I spent most of last week in bed, sick as a dog. Of course, this gave me plenty of time to consider clues that you’re an ill Latter-day Saint (assuming, of course, you don’t realize it while you are puking in the toilet). Okay, that’s a lie – last week, I didn’t really think about the blog. But I’ve had time to think since then, and here are just a few signs!
1. You’ve found yet another good reason to have kids over a wide age range. Now your oldest kids can take care of the younger ones while you lay in bed. This gives me a lot of hope for when my little ones get bigger.
2. You can’t even find the strength to make green jello for the ward activity. Oh, the tragedy!
3. You decide to cut this Sunday’s talk down to the essentials, and so you toss out the fifteen talks you printed out to prepare.
4. You can’t even find the strength to make green jello for the ward activity. Oh, the tragedy!
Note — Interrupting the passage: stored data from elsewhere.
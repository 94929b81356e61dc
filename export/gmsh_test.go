package export

import (
	"bufio"
	"bytes"
	"context"
	"math"
	"os"
	"os/exec"
	"path/filepath"
	"strconv"
	"strings"
	"testing"
	"time"

	"github.com/foilwright/foilwright/geometry"
)

// TestGmshMeshes runs Gmsh, the open-source mesher from the OS packages
// (Debian: gmsh), on the .geo of a blunt and of a sharp section when it is
// installed, and checks the mesh it makes: triangles fill the ring between
// the far field and the section, their areas adding up to the circle's
// less the section's (shoelace areas of the boundary nodes Gmsh placed,
// and of our nodes), and every mesh node on the section lies within 1e-4
// chord of the outline through our nodes.
func TestGmshMeshes(t *testing.T) {
	gmsh, err := exec.LookPath("gmsh")
	if err != nil {
		t.Skip("gmsh is not installed (Debian: apt-get install gmsh)")
	}
	if testing.Short() {
		t.Skip("runs gmsh")
	}
	for _, sharp := range []bool{false, true} {
		p := place(t, testSection(sharp, false), PlaceOptions{})
		dir := t.TempDir()
		geo, msh := filepath.Join(dir, "s.geo"), filepath.Join(dir, "s.msh")
		var b bytes.Buffer
		if err := Geo(&b, p, GeoOptions{Farfield: 10}); err != nil {
			t.Fatal(err)
		}
		if err := os.WriteFile(geo, b.Bytes(), 0o644); err != nil {
			t.Fatal(err)
		}
		ctx, cancel := context.WithTimeout(context.Background(), 2*time.Minute)
		out, err := exec.CommandContext(ctx, gmsh, geo, "-2", "-format", "msh2", "-v", "2", "-nt", "1", "-o", msh).CombinedOutput()
		cancel()
		if err != nil {
			t.Fatalf("sharp %v: gmsh: %v\n%s", sharp, err, out)
		}
		m := readMsh2(t, msh)
		var area float64
		for _, tri := range m.triangles {
			a, b2, c := m.nodes[tri[0]], m.nodes[tri[1]], m.nodes[tri[2]]
			area += math.Abs(b2.Sub(a).Cross(c.Sub(a))) / 2
		}
		farArea := loopArea(m.nodes, m.lines[2])
		sectionArea := math.Abs(geometry.SignedArea(p.outline()))
		want := farArea - sectionArea
		if len(m.triangles) == 0 || math.Abs(area-want) > 1e-3*sectionArea {
			t.Errorf("sharp %v: %d triangles of area %.6g, want %.6g (far field %.6g less section %.6g)", sharp, len(m.triangles), area, want, farArea, sectionArea)
		}
		worst := 0.0
		out2 := p.outline()
		for _, seg := range m.lines[1] {
			for _, id := range seg {
				q := m.nodes[id]
				best := math.Inf(1)
				for i := range out2 {
					best = math.Min(best, geometry.SegmentDist(q, out2[i], out2[(i+1)%len(out2)]))
				}
				worst = math.Max(worst, best)
			}
		}
		if worst/p.Chord > 1e-4 || len(m.lines[1]) < len(out2)/2 {
			t.Errorf("sharp %v: %d section edges, a mesh node %.3g chord off the outline", sharp, len(m.lines[1]), worst/p.Chord)
		}
		t.Logf("sharp %v: %d nodes, %d triangles, %d section edges, section nodes within %.2g chord of the outline", sharp, len(m.nodes), len(m.triangles), len(m.lines[1]), worst/p.Chord)
	}
}

// loopArea returns the area enclosed by the line elements segs, chained.
func loopArea(nodes map[int]geometry.Point, segs [][2]int) float64 {
	var a float64
	for _, s := range segs {
		p, q := nodes[s[0]], nodes[s[1]]
		a += p.Cross(q) / 2
	}
	return math.Abs(a)
}

// msh2 is what the test reads of a Gmsh mesh file, format 2.2: nodes by
// id, triangles, and line elements by physical tag.
type msh2 struct {
	nodes     map[int]geometry.Point
	triangles [][3]int
	lines     map[int][][2]int
}

func readMsh2(t *testing.T, path string) msh2 {
	t.Helper()
	f, err := os.Open(path)
	if err != nil {
		t.Fatal(err)
	}
	defer f.Close()
	m := msh2{nodes: map[int]geometry.Point{}, lines: map[int][][2]int{}}
	sc := bufio.NewScanner(f)
	section := ""
	ints := func(fs []string) []int {
		out := make([]int, len(fs))
		for i, s := range fs {
			out[i], _ = strconv.Atoi(s)
		}
		return out
	}
	for sc.Scan() {
		line := strings.TrimSpace(sc.Text())
		if strings.HasPrefix(line, "$End") {
			section = ""
			continue
		}
		if strings.HasPrefix(line, "$") {
			section = line
			sc.Scan() // the count, or the format line
			continue
		}
		fs := strings.Fields(line)
		switch section {
		case "$Nodes":
			if len(fs) < 3 {
				t.Fatalf("node line %q", line)
			}
			id, _ := strconv.Atoi(fs[0])
			x, _ := strconv.ParseFloat(fs[1], 64)
			y, _ := strconv.ParseFloat(fs[2], 64)
			m.nodes[id] = geometry.Point{X: x, Y: y}
		case "$Elements":
			v := ints(fs)
			typ, ntags := v[1], v[2]
			ns := v[3+ntags:]
			switch typ {
			case 1:
				m.lines[v[3]] = append(m.lines[v[3]], [2]int{ns[0], ns[1]})
			case 2:
				m.triangles = append(m.triangles, [3]int{ns[0], ns[1], ns[2]})
			}
		}
	}
	if err := sc.Err(); err != nil {
		t.Fatal(err)
	}
	return m
}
5. You sign up to bring yourself a dinner. Don’t you love Relief Society?!
6. When someone asks you if there is any way they can help out, you point them in the direction of another sister who you feel is more in need of attention.
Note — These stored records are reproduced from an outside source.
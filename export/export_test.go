package export

import (
	"bytes"
	"encoding/xml"
	"errors"
	"fmt"
	"math"
	"regexp"
	"strconv"
	"strings"
	"testing"

	"github.com/foilwright/foilwright/geometry"
	"github.com/foilwright/foilwright/geometry/pointfile"
	"github.com/foilwright/foilwright/geometry/section"
	"github.com/foilwright/foilwright/geometry/shape"
)

// readbackTol is how close, as a fraction of the chord, every exported
// node must read back (the figure).
const readbackTol = 1e-9

// testSection returns a NACA 2412 section document (NACA Report 824
// equations, 151 panels) with a frame in the part: 200.01 mm chord,
// twisted 4.09° nose-up, leading edge at (412.36, 118.92) mm; sharp or
// with the blunt trailing edge of the equations, mirrored when asked.
func testSection(sharp, mirrored bool) *section.Section {
	foil := shape.NACA4{Camber: 0.02, CamberPos: 0.4, Thickness: 0.12, SharpTE: sharp}
	return &section.Section{
		Format: section.Format, Name: "probe", Units: geometry.Millimetre,
		Frame: &section.Frame{Chord: 200.01, TwistDeg: 4.09, LE: [2]float64{412.36, 118.92}, Mirrored: mirrored},
		Nodes: foil.Nodes(151),
	}
}

// place places s in the part frame or fails the test.
func place(t *testing.T, s *section.Section, o PlaceOptions) *Placed {
	t.Helper()
	p, err := Place(s, o)
	if err != nil {
		t.Fatal(err)
	}
	return p
}

// checkPoints fails t unless got holds want, point by point, within
// readbackTol of chord.
func checkPoints(t *testing.T, what string, got []geometry.Vec3, want []geometry.Vec3, chord float64) {
	t.Helper()
	if len(got) != len(want) {
		t.Fatalf("%s: %d points read back, want %d", what, len(got), len(want))
	}
	worst := 0.0
	for i := range got {
		worst = math.Max(worst, got[i].Sub(want[i]).Norm()/chord)
	}
	if worst > readbackTol {
		t.Errorf("%s: a point reads back %.3g chord off", what, worst)
	}
}

func flat(qs []geometry.Point) []geometry.Vec3 {
	out := make([]geometry.Vec3, len(qs))
	for i, q := range qs {
		out[i] = geometry.Vec3{X: q.X, Y: q.Y}
	}
	return out
}

func TestPlace(t *testing.T) {
	s := testSection(false, false)
	p := place(t, s, PlaceOptions{})
	// The frame maps the leading edge (0, 0) to LE and the trailing edge
	// (1, 0) a chord away at the twist (the frame's definition).
	if p.Nodes[151/2+1].Dist(geometry.Point{X: 412.36, Y: 118.92}) > 1e-9 {
		t.Errorf("leading-edge node at %v", p.Nodes[76])
	}
	if d := p.TE.Dist(p.LE); math.Abs(d-200.01) > 1e-9 {
		t.Errorf("chord %v", d)
	}
	if tw := -math.Atan2(p.TE.Y-p.LE.Y, p.TE.X-p.LE.X) * 180 / math.Pi; math.Abs(tw-4.09) > 1e-9 {
		t.Errorf("twist %v", tw)
	}
	mir := place(t, testSection(false, true), PlaceOptions{})
	if mir.TE.X > mir.LE.X {
		t.Errorf("mirrored: trailing edge %v not on the -x side of %v", mir.TE, mir.LE)
	}
	chord := place(t, s, PlaceOptions{Frame: FrameChord})
	if chord.Units != geometry.ChordUnit || chord.Nodes[10] != s.Nodes[10] {
		t.Errorf("chord frame: %s, %v", chord.Units, chord.Nodes[10])
	}
	scaled := place(t, s, PlaceOptions{Chord: geometry.Length{Value: 150, Unit: geometry.Millimetre}})
	if scaled.Units != geometry.Millimetre || scaled.Nodes[10] != s.Nodes[10].Scale(150) {
		t.Errorf("scaled: %s, %v", scaled.Units, scaled.Nodes[10])
	}
	shapeDoc := &section.Section{Name: "naca", Units: geometry.ChordUnit, Nodes: s.Nodes}
	if _, err := Place(shapeDoc, PlaceOptions{}); !errors.Is(err, ErrNoFrame) {
		t.Errorf("part frame of a chord-unit section: %v", err)
	}
	for _, o := range []PlaceOptions{{Frame: "wing"}, {Frame: FrameChord, Chord: geometry.Length{Value: 1, Unit: geometry.Millimetre}}, {Chord: geometry.Length{Value: 1}}, {Chord: geometry.Length{Value: -1, Unit: geometry.Inch}}} {
		if _, err := Place(s, o); err == nil {
			t.Errorf("%+v: no error", o)
		}
	}
}

// DXF reads back through foilwright's reader: layer SECTION gives the
// outline, layer SPLINE the fit points, both the nodes, in the unit the
// header declares.
func TestDXFReadsBack(t *testing.T) {
	for _, sharp := range []bool{false, true} {
		p := place(t, testSection(sharp, false), PlaceOptions{})
		var b bytes.Buffer
		if err := DXF(&b, p); err != nil {
			t.Fatal(err)
		}
		poly, err := pointfile.Read(bytes.NewReader(b.Bytes()), "s.dxf", pointfile.Options{Layer: LayerSection})
		if err != nil {
			t.Fatal(err)
		}
		if poly.Units != geometry.Millimetre {
			t.Errorf("units %q, want mm", poly.Units)
		}
		checkPoints(t, fmt.Sprintf("sharp %v, polyline", sharp), poly.Points, flat(p.outline()), p.Chord)
		spl, err := pointfile.Read(bytes.NewReader(b.Bytes()), "s.dxf", pointfile.Options{Layer: LayerSpline})
		if err != nil {
			t.Fatal(err)
		}
		fit := spl.Points
		if len(spl.Segments) > 1 {
			fit = fit[:spl.Segments[1]] // the base line of a blunt edge follows
		}
		checkPoints(t, fmt.Sprintf("sharp %v, spline fit points", sharp), fit, flat(p.Nodes), p.Chord)
		if sharp == (len(spl.Segments) > 1) {
			t.Errorf("sharp %v: %d runs on the spline layer", sharp, len(spl.Segments))
		}
		for _, want := range []string{"AC1009", "$INSUNITS\n 70\n4\n", "\nCHORD\n", "\nDATUM\n", "\nSPLINE\n"} {
			if !bytes.Contains(b.Bytes(), []byte(want)) {
				t.Errorf("sharp %v: DXF lacks %q", sharp, want)
			}
		}
	}
	// In inches the header says so.
	s := testSection(false, false)
	s.Units = geometry.Inch
	var b bytes.Buffer
	if err := DXF(&b, place(t, s, PlaceOptions{})); err != nil {
		t.Fatal(err)
	}
	c, err := pointfile.Read(&b, "s.dxf", pointfile.Options{Layer: LayerSection})
	if err != nil || c.Units != geometry.Inch {
		t.Errorf("inches: %v, %v", c.Units, err)
	}
}

// The spline of the DXF passes through the nodes between them smoothly: at
// the midpoints between nodes it lies within the panels' own departure
// from the curve (1e-4 chord at this count) of the section's equations.
func TestDXFSplineFollowsSection(t *testing.T) {
	foil := shape.NACA4{Camber: 0.02, CamberPos: 0.4, Thickness: 0.12, SharpTE: true}
	nodes := foil.Nodes(151)
	pts := make([]geometry.Vec3, len(nodes))
	for i, q := range nodes {
		pts[i] = geometry.Vec3{X: q.X, Y: q.Y}
	}
	b, us, err := interpolate(pts)
	if err != nil {
		t.Fatal(err)
	}
	dense := foil.Nodes(20000)
	worst := 0.0
	for i := 0; i+1 < len(us); i++ {
		q := b.at((us[i] + us[i+1]) / 2)
		best := math.Inf(1)
		for _, d := range dense {
			best = math.Min(best, math.Hypot(q.X-d.X, q.Y-d.Y))
		}
		worst = math.Max(worst, best)
	}
	if worst > 1e-4 {
		t.Errorf("spline departs %.3g chord from the section between nodes", worst)
	}
	t.Logf("spline within %.2g chord of the NACA 2412 between nodes", worst)
}

// CSV reads back through foilwright's reader, in its unit.
func TestCSVReadsBack(t *testing.T) {
	for _, o := range []PlaceOptions{{}, {Frame: FrameChord}} {
		p := place(t, testSection(false, true), o)
		var b bytes.Buffer
		if err := CSV(&b, p); err != nil {
			t.Fatal(err)
		}
		c, err := pointfile.Read(bytes.NewReader(b.Bytes()), "s.csv", pointfile.Options{})
		if err != nil {
			t.Fatal(err)
		}
		if c.Units != p.Units {
			t.Errorf("%s frame: units %q, want %q", p.Frame, c.Units, p.Units)
		}
		checkPoints(t, p.Frame+" frame CSV", c.Points, flat(p.Nodes), p.Chord)
	}
}

// The SVG is 1:1: its width in mm equals the width of its view box in mm;
// the path of the outline reads back to the nodes (y pointing down the
// page).
func TestSVGReadsBack(t *testing.T) {
	p := place(t, testSection(false, false), PlaceOptions{})
	var b bytes.Buffer
	if err := SVG(&b, p); err != nil {
		t.Fatal(err)
	}
	var doc struct {
		Width   string `xml:"width,attr"`
		ViewBox string `xml:"viewBox,attr"`
		Paths   []struct {
			ID string `xml:"id,attr"`
			D  string `xml:"d,attr"`
		} `xml:"g>path"`
		Texts []string `xml:"g>g>text"`
	}
	if err := xml.Unmarshal(b.Bytes(), &doc); err != nil {
		t.Fatal(err)
	}
	vb := strings.Fields(doc.ViewBox)
	w, _ := strconv.ParseFloat(strings.TrimSuffix(doc.Width, "mm"), 64)
	vw, _ := strconv.ParseFloat(vb[2], 64)
	if !strings.HasSuffix(doc.Width, "mm") || w != vw {
		t.Errorf("width %s, view box %s: not 1:1 in mm", doc.Width, doc.ViewBox)
	}
	var got []geometry.Vec3
	for _, path := range doc.Paths {
		if path.ID != "section" {
			continue
		}
		for _, f := range strings.Fields(path.D) {
			if xy := strings.Split(f, ","); len(xy) == 2 {
				x, _ := strconv.ParseFloat(xy[0], 64)
				y, _ := strconv.ParseFloat(xy[1], 64)
				got = append(got, geometry.Vec3{X: x, Y: -y})
			}
		}
	}
	checkPoints(t, "SVG outline", got, flat(p.outline()), p.Chord)
	if len(doc.Texts) == 0 || !strings.Contains(doc.Texts[0], "mm: print at 100 %") {
		t.Errorf("scale bar label %q", doc.Texts)
	}
	chord := place(t, testSection(false, false), PlaceOptions{Frame: FrameChord})
	if err := SVG(&b, chord); !errors.Is(err, ErrNoScale) {
		t.Errorf("chord units: %v, want ErrNoScale", err)
	}
}

func TestScaleBar(t *testing.T) {
	for _, tc := range []struct{ width, want float64 }{{200, 50}, {130, 50}, {120, 20}, {9, 2}, {0.3, 0.1}} {
		if got := scaleBar(tc.width); math.Abs(got-tc.want) > 1e-12 {
			t.Errorf("width %g: bar %g, want %g", tc.width, got, tc.want)
		}
	}
}

// geoScript is a .geo file parsed back: points with their mesh sizes,
// curves by kind with their point ids, loops, surfaces and physical groups.
type geoScript struct {
	points   map[int][4]float64
	curves   map[int][]int
	kinds    map[int]string
	loops    map[string][]int // "Curve Loop 1", "Plane Surface 1"
	physical map[string][]int
}

var geoStatement = regexp.MustCompile(`^(Point|Spline|Line|Circle|Curve Loop|Plane Surface)\((\d+)\) = \{([^}]*)\};`)
var geoPhysical = regexp.MustCompile(`^Physical (?:Curve|Surface)\("(\w+)", \d+\) = \{([^}]*)\};`)

func parseGeo(t *testing.T, text string) geoScript {
	t.Helper()
	g := geoScript{points: map[int][4]float64{}, curves: map[int][]int{}, kinds: map[int]string{}, loops: map[string][]int{}, physical: map[string][]int{}}
	numbers := func(s string) []float64 {
		var out []float64
		for _, f := range strings.Split(s, ",") {
			v, err := strconv.ParseFloat(strings.TrimSpace(f), 64)
			if err != nil {
				t.Fatalf("%q: %v", s, err)
			}
			out = append(out, v)
		}
		return out
	}
	ints := func(s string) []int {
		var out []int
		for _, v := range numbers(s) {
			out = append(out, int(v))
		}
		return out
	}
	for _, line := range strings.Split(text, "\n") {
		line = strings.TrimSpace(line)
		if line == "" || strings.HasPrefix(line, "//") || strings.HasPrefix(line, "SetFactory") {
			continue
		}
		if m := geoPhysical.FindStringSubmatch(line); m != nil {
			g.physical[m[1]] = ints(m[2])
			continue
		}
		m := geoStatement.FindStringSubmatch(line)
		if m == nil {
			t.Fatalf("line not understood: %q", line)
		}
		id, _ := strconv.Atoi(m[2])
		switch m[1] {
		case "Point":
			v := numbers(m[3])
			g.points[id] = [4]float64{v[0], v[1], v[2], v[3]}
		case "Curve Loop", "Plane Surface":
			g.loops[m[1]+" "+m[2]] = ints(m[3])
		default:
			g.curves[id], g.kinds[id] = ints(m[3]), m[1]
		}
	}
	return g
}

// The .geo parses back: the splines of the physical group "section" run
// through the nodes in order, the loop closes, the far field lies at the
// radius asked for, and every mesh size is positive.
func TestGeoParsesBack(t *testing.T) {
	for _, sharp := range []bool{false, true} {
		p := place(t, testSection(sharp, false), PlaceOptions{})
		var b bytes.Buffer
		if err := Geo(&b, p, GeoOptions{Farfield: 15}); err != nil {
			t.Fatal(err)
		}
		g := parseGeo(t, b.String())
		var got []geometry.Vec3
		var prevEnd int
		for k, id := range g.physical["section"] {
			ids := g.curves[id]
			if k > 0 && ids[0] != prevEnd {
				t.Fatalf("sharp %v: curve %d starts at point %d, the previous ends at %d", sharp, id, ids[0], prevEnd)
			}
			prevEnd = ids[len(ids)-1]
			if g.kinds[id] != "Spline" {
				continue
			}
			for i, pid := range ids {
				if k > 0 && i == 0 {
					continue // the leading edge, shared
				}
				q := g.points[pid]
				got = append(got, geometry.Vec3{X: q[0], Y: q[1]})
				if !(q[3] > 0) {
					t.Errorf("point %d: mesh size %g", pid, q[3])
				}
			}
		}
		if first := g.curves[g.physical["section"][0]][0]; prevEnd != first {
			t.Errorf("sharp %v: the section's loop ends at point %d, not at its start %d", sharp, prevEnd, first)
		}
		checkPoints(t, fmt.Sprintf("sharp %v, splines", sharp), got, flat(p.Nodes), p.Chord)
		mid := p.LE.Add(p.TE).Scale(0.5)
		for _, id := range g.physical["farfield"] {
			if g.kinds[id] != "Circle" {
				t.Errorf("far-field curve %d is a %s", id, g.kinds[id])
			}
			for _, pid := range []int{g.curves[id][0], g.curves[id][2]} {
				q := g.points[pid]
				if r := math.Hypot(q[0]-mid.X, q[1]-mid.Y); math.Abs(r-15*p.Chord) > 1e-9*p.Chord {
					t.Errorf("far-field point %d at radius %g, want %g", pid, r, 15*p.Chord)
				}
			}
		}
		if len(g.physical["fluid"]) != 1 || len(g.loops) != 3 || len(g.loops["Plane Surface 1"]) != 2 {
			t.Errorf("fluid %v, loops and surfaces %v", g.physical["fluid"], g.loops)
		}
	}
	p := place(t, testSection(false, false), PlaceOptions{})
	for _, o := range []GeoOptions{{Farfield: 0.5}, {WallSize: -1}, {FarSize: -1}} {
		if err := Geo(&bytes.Buffer{}, p, o); err == nil {
			t.Errorf("%+v: no error", o)
		}
	}
}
7. Your husband begs to let you give him a blessing so that he doesn’t have to do any more of the housework. Depending on how many and how young your kids are, he might even get down on his knees.
8. Even hearing your kids sing “I Am a Child of God” causes you physical pain. Then again, maybe it isn’t the singing. Maybe it’s just you.
9. You start to wonder if the reason you are hanging around the bathroom has to do with the drink you had last night. Can soda really make you throw up that much?